Frequent urine testing — used despite heated debate in the
field over its value — leads to swift consequences: one drug
court judge keeps a grab bag on the bench, to reward a
teenager's good test results with movie passes, CDs and
cookies. A bad outcome may result in anything from an essay
to a strict curfew.
“What we do better now is coordinate the different offices,”

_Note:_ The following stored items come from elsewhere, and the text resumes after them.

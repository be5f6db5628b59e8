import { and, asc, desc, eq, gt, inArray, isNotNull, isNull, ne, notExists } from 'drizzle-orm'
import type { Handle } from '../client'
import { households } from '../schema/household'
import { ticketEvents, tickets, walks } from '../schema/ticket'

export type TicketRow = typeof tickets.$inferSelect

export async function findOpenTicket(db: Handle, kitId: string) {
  const [row] = await db
    .select()
    .from(tickets)
    .where(and(eq(tickets.kitId, kitId), isNull(tickets.endedAt)))
    .for('update')
  return row ?? null
}

export async function findTicketForUpdate(db: Handle, ticketId: string) {
  const [row] = await db.select().from(tickets).where(eq(tickets.id, ticketId)).for('update')
  return row ?? null
}

export async function listTicketEvents(db: Handle, ticketId: string) {
  return db
    .select()
    .from(ticketEvents)
    .where(eq(ticketEvents.ticketId, ticketId))
    .orderBy(asc(ticketEvents.n))
}

/** A new ticket; null when the kit has an open one already. */
export async function insertTicket(db: Handle, row: typeof tickets.$inferInsert) {
  const [made] = await db.insert(tickets).values(row).onConflictDoNothing().returning()
  return made ?? null
}

export async function insertTicketEvent(db: Handle, row: typeof ticketEvents.$inferInsert) {
  await db.insert(ticketEvents).values(row)
}

export async function updateTicket(
  db: Handle,
  ticketId: string,
  change: Partial<typeof tickets.$inferInsert>,
) {
  await db.update(tickets).set(change).where(eq(tickets.id, ticketId))
}

export async function upsertWalk(db: Handle, row: typeof walks.$inferInsert) {
  await db
    .insert(walks)
    .values(row)
    .onConflictDoUpdate({
      target: walks.ticketId,
      set: { walk: row.walk, changedAt: row.changedAt },
    })
}

/** When other houses of an area told of illness, newest first. */
export async function listIllnessInArea(db: Handle, areaId: string, butHouseholdId: string) {
  const rows = await db
    .select({ at: tickets.openedAt })
    .from(tickets)
    .innerJoin(households, eq(households.id, tickets.householdId))
    .where(
      and(
        eq(households.areaId, areaId),
        ne(tickets.householdId, butHouseholdId),
        inArray(tickets.trouble, ['unwell', 'danger sign']),
      ),
    )
    .orderBy(desc(tickets.openedAt))
    .limit(20)
  return rows.map(({ at }) => at)
}

/** Open tickets that wait for an answer to a step and of which nothing was heard since. */
export async function listUnansweredTickets(
  db: Handle,
  { since, limit }: { since: number; limit: number },
) {
  const heard = db
    .select({ n: ticketEvents.n })
    .from(ticketEvents)
    .where(and(eq(ticketEvents.ticketId, tickets.id), gt(ticketEvents.at, since)))
  return db
    .select({ id: tickets.id })
    .from(tickets)
    .where(and(isNull(tickets.endedAt), isNotNull(tickets.waitingFor), notExists(heard)))
    .orderBy(asc(tickets.openedAt), asc(tickets.id))
    .limit(limit)
}
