import { and, asc, count, eq, gte, inArray, isNotNull, sql } from 'drizzle-orm'
import type { CountedTrouble } from '@/lib/domain/walk-history'
import type { Handle } from '../client'
import { areas } from '../schema/area'
import { households } from '../schema/household'
import { tickets } from '../schema/ticket'

/** Whether a ticket was opened in a wet month of its area, by the area's own calendar. */
const openedWet = sql<boolean>`(extract(month from ${tickets.openedAt} at time zone ${areas.timeZone})::integer = any (${areas.wetMonths}))`

function closedFlowing(db: Handle) {
  return db
    .select({
      areaId: areas.id,
      area: areas.name,
      wet: openedWet,
      trouble: tickets.trouble,
      cause: sql<string>`${tickets.cause}`,
      tickets: count(),
    })
    .from(tickets)
    .innerJoin(households, eq(households.id, tickets.householdId))
    .innerJoin(areas, eq(areas.id, households.areaId))
}

const groups = [areas.id, areas.name, openedWet, tickets.trouble, tickets.cause]

type Sought = { since: number; troubles: readonly CountedTrouble[]; areaId?: string; wet?: boolean }

/**
 * How many tickets closed as flowing since an instant had which cause, by area, season and trouble: of one
 * area and season, or of all. A row a cause: as many as there are areas and causes, however many tickets.
 */
export async function countClosedCauses(db: Handle, { since, troubles, areaId, wet }: Sought) {
  return closedFlowing(db)
    .where(
      and(
        eq(tickets.stage, 'flowing'),
        gte(tickets.endedAt, since),
        inArray(tickets.trouble, [...troubles]),
        isNotNull(tickets.cause),
        areaId === undefined ? undefined : eq(areas.id, areaId),
        wet === undefined ? undefined : eq(openedWet, wet),
      ),
    )
    .groupBy(...groups)
    .orderBy(asc(areas.name), asc(areas.id), openedWet, tickets.trouble, tickets.cause)
}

says Jeffrey Bidmon, assistant division director of the
Santa Cruz County Probation Department. “In the old days,
the treatment provider would have to hide any knowledge
about the teen's drug use from the probation officer. They
weren't on the same page about therapeutic treatment; it was
more about law enforcement, a belief that “We'll teach 'em a
lesson.”’
The Santa Cruz County Mental Health & Substance Abuse
Services also has supplemented the traditional 12-Step
programs associated with Alcoholics Anonymous with something
called The Seven Challenges, a behavioral therapy designed
to help adolescents make healthy decisions about their
lives. It builds on studies that have found that those who
successfully break addictions pass through five stages:
pre-contemplation, contemplation, preparation, action and
maintenance.
The changes in Santa Cruz are part of a broad-based, $21
million initiative introduced in 10 cities around the
country by the Robert Wood Johnson Foundation. Called
Reclaiming Futures, the program is aimed at improving drug
and alcohol treatment for young people in trouble with the
law over a five-year period.
As evidence-based practice becomes the guiding principle of
all medicine — from cancer to heart disease, and now
depression and addiction — the science has begun trickling
down from the lab to the real world. Multi-systemic therapy,
also known as “ecological intervention” and “integrated
treatment,” is one of the strongest. Regardless of its name,
it draws on family involvement and looks at the teenager
within a larger universe of family, school and the criminal
justice system.
The paradigm shift — looking at drug addiction as a public
health problem, not a criminal justice matter — has had
remarkable results. Officials say the number of youths
incarcerated in Juvenile Hall has been drastically cut, from
a daily high of 60 to 70 in 1997 to 12 on a recent day this
year.
“You can provide effective treatment in the community for
$4,000 a year,” says Bidmon. “Or you can spend $45,000 to
$80,000 a year for a residential, in-custody program. We had
to take a look at what position we wanted to stand for.”